PROMPT:
Gather all lines from the material that contain "abspath".

----------

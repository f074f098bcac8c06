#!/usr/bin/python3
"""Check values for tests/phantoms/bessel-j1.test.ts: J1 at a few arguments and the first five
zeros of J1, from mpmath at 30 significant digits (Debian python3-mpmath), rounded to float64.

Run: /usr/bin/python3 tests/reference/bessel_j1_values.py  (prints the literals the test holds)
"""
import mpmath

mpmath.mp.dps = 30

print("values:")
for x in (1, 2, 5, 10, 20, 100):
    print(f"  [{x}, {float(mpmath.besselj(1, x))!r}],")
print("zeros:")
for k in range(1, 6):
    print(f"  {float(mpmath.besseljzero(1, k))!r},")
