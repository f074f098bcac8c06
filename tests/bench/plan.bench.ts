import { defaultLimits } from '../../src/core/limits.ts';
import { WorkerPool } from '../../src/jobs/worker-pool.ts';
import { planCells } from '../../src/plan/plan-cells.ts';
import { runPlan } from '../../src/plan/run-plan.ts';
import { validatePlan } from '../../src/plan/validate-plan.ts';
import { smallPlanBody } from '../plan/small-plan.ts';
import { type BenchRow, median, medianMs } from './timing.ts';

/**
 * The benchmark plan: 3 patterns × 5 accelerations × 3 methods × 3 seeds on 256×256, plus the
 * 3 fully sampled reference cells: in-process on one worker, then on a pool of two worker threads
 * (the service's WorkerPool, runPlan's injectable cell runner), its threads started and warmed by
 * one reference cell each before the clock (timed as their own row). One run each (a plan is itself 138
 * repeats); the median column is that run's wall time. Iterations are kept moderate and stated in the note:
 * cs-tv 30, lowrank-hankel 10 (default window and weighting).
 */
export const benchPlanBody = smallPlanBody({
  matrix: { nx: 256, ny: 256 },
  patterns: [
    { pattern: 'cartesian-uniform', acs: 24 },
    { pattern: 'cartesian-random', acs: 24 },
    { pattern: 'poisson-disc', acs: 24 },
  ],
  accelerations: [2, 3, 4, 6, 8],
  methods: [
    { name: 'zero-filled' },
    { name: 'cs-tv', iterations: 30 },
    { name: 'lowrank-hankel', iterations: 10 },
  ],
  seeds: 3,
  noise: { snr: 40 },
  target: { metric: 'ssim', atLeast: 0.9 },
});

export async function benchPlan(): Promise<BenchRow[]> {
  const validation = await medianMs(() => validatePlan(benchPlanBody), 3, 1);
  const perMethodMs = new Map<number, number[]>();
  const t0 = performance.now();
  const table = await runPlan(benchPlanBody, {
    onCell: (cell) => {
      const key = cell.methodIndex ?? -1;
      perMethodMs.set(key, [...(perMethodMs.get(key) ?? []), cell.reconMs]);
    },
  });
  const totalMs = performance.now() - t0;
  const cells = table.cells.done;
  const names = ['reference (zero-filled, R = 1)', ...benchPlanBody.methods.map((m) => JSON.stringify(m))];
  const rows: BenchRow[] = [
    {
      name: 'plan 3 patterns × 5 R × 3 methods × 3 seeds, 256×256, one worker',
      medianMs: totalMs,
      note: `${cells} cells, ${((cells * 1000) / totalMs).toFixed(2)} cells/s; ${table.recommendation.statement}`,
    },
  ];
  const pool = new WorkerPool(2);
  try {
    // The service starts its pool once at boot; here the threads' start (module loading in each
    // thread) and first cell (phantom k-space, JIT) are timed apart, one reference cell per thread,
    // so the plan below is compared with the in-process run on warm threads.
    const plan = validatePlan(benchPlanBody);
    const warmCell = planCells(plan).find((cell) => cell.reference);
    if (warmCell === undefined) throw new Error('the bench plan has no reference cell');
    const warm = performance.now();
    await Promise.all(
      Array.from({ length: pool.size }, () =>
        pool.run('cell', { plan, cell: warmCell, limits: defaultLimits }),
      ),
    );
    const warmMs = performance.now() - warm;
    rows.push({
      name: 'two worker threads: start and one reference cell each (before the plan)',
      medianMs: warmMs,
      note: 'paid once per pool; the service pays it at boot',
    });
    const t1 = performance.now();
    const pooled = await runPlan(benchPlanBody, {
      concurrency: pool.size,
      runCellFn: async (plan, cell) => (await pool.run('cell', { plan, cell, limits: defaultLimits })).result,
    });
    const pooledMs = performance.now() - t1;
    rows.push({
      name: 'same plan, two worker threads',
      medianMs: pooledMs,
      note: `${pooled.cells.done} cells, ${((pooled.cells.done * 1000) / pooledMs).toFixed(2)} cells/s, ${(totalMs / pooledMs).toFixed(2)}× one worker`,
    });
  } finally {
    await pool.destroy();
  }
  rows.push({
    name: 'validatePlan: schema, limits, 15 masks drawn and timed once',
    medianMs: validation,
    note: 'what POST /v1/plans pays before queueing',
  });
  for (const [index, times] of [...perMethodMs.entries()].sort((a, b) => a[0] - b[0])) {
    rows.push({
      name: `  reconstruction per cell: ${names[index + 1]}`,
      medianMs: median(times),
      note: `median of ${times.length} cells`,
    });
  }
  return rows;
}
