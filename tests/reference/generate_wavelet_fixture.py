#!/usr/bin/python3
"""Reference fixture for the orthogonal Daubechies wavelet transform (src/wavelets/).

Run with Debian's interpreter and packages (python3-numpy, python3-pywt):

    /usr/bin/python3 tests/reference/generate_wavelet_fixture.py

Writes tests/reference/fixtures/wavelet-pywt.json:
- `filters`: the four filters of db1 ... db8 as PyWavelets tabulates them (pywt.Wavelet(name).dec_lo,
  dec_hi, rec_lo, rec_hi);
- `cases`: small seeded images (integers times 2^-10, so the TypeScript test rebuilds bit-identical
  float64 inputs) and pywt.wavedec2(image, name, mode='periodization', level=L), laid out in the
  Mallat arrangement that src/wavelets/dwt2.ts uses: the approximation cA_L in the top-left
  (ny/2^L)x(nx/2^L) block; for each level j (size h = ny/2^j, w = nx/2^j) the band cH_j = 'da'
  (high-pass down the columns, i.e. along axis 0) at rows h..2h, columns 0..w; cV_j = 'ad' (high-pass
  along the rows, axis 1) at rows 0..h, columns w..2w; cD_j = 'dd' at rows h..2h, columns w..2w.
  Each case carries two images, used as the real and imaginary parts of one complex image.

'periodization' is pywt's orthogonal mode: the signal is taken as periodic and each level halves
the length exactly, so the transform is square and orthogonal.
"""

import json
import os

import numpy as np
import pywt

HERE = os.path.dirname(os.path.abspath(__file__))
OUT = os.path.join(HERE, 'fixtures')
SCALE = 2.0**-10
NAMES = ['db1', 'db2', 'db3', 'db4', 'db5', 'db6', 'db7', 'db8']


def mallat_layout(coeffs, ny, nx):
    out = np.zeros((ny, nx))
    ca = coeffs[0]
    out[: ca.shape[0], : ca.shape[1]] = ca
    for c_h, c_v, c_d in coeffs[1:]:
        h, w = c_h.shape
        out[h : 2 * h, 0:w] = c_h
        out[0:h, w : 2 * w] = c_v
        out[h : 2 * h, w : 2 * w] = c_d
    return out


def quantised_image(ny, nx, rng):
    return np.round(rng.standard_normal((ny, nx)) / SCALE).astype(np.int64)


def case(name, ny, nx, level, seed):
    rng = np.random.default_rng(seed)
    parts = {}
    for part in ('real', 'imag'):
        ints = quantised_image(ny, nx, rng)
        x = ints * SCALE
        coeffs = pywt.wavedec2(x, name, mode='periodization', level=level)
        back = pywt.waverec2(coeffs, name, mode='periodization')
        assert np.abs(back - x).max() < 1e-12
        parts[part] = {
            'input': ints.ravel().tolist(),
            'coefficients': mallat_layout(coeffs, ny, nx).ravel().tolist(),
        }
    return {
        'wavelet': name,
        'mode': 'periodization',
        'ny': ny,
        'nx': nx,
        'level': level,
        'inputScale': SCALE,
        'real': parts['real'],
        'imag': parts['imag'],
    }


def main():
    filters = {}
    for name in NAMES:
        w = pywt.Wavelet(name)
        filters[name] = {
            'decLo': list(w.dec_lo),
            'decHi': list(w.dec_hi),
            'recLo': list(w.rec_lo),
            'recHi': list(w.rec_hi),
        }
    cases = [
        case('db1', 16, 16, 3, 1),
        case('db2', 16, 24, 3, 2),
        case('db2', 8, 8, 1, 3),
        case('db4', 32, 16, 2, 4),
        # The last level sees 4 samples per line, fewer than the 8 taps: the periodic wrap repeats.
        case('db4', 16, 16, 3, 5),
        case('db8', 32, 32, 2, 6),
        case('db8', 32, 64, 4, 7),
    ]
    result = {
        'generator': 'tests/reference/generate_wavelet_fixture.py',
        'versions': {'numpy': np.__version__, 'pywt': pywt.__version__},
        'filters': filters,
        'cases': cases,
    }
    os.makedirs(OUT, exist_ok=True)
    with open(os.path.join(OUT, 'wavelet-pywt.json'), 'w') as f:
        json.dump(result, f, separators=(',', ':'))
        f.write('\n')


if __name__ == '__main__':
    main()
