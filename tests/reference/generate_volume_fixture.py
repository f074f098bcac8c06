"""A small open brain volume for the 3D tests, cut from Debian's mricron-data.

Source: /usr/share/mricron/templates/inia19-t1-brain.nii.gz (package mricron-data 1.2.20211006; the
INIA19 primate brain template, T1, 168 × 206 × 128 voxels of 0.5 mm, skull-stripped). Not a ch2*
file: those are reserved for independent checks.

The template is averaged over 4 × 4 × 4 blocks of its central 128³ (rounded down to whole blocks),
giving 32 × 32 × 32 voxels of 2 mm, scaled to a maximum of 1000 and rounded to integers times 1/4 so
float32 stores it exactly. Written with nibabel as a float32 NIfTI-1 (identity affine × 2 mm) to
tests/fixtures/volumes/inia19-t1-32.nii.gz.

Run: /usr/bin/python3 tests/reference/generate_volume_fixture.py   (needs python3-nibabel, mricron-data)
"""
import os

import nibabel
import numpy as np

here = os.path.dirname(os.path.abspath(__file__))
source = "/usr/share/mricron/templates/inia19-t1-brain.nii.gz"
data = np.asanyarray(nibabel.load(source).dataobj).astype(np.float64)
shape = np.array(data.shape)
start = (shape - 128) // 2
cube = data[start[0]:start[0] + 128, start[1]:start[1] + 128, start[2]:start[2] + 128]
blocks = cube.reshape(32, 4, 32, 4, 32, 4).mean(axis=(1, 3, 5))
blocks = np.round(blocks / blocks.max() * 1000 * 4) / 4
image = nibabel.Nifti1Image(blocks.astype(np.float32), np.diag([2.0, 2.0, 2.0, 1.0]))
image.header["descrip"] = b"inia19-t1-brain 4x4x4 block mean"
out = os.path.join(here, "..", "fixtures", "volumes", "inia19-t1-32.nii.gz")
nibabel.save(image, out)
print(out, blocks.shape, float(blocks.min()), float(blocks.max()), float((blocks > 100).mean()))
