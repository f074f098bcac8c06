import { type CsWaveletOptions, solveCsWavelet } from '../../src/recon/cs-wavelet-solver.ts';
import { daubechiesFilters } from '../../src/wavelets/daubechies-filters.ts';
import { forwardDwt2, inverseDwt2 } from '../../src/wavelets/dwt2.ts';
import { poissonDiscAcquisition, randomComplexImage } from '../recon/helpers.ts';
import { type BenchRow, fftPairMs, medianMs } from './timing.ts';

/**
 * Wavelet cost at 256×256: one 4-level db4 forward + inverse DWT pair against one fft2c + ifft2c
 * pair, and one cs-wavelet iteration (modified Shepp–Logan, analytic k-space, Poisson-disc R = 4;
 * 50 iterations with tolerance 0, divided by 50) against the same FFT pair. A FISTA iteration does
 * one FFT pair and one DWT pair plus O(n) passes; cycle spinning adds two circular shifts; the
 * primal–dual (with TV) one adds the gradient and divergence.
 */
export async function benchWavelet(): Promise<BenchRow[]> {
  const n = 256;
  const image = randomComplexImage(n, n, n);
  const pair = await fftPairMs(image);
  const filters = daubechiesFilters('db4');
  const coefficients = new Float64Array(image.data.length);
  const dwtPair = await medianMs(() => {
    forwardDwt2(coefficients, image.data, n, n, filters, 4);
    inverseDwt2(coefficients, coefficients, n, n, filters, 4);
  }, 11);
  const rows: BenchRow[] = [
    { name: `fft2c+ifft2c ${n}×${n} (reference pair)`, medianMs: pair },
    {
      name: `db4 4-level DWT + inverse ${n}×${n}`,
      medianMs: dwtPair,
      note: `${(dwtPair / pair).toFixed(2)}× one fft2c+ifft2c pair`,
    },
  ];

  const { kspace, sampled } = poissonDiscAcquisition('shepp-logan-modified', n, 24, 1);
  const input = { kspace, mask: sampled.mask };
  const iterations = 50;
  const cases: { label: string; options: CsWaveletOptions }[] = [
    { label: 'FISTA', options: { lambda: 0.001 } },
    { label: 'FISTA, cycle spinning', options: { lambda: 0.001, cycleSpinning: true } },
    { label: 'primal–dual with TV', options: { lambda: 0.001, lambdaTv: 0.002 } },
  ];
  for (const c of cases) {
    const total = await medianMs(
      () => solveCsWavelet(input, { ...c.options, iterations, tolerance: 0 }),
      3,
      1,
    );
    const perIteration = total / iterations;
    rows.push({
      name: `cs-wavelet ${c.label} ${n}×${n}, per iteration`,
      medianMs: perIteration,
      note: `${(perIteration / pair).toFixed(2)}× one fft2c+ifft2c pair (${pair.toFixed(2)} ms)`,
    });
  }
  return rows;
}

----------

TASK ANSWER:
HERE = os.path.dirname(os.path.abspath(__file__))
here = os.path.dirname(os.path.abspath(__file__))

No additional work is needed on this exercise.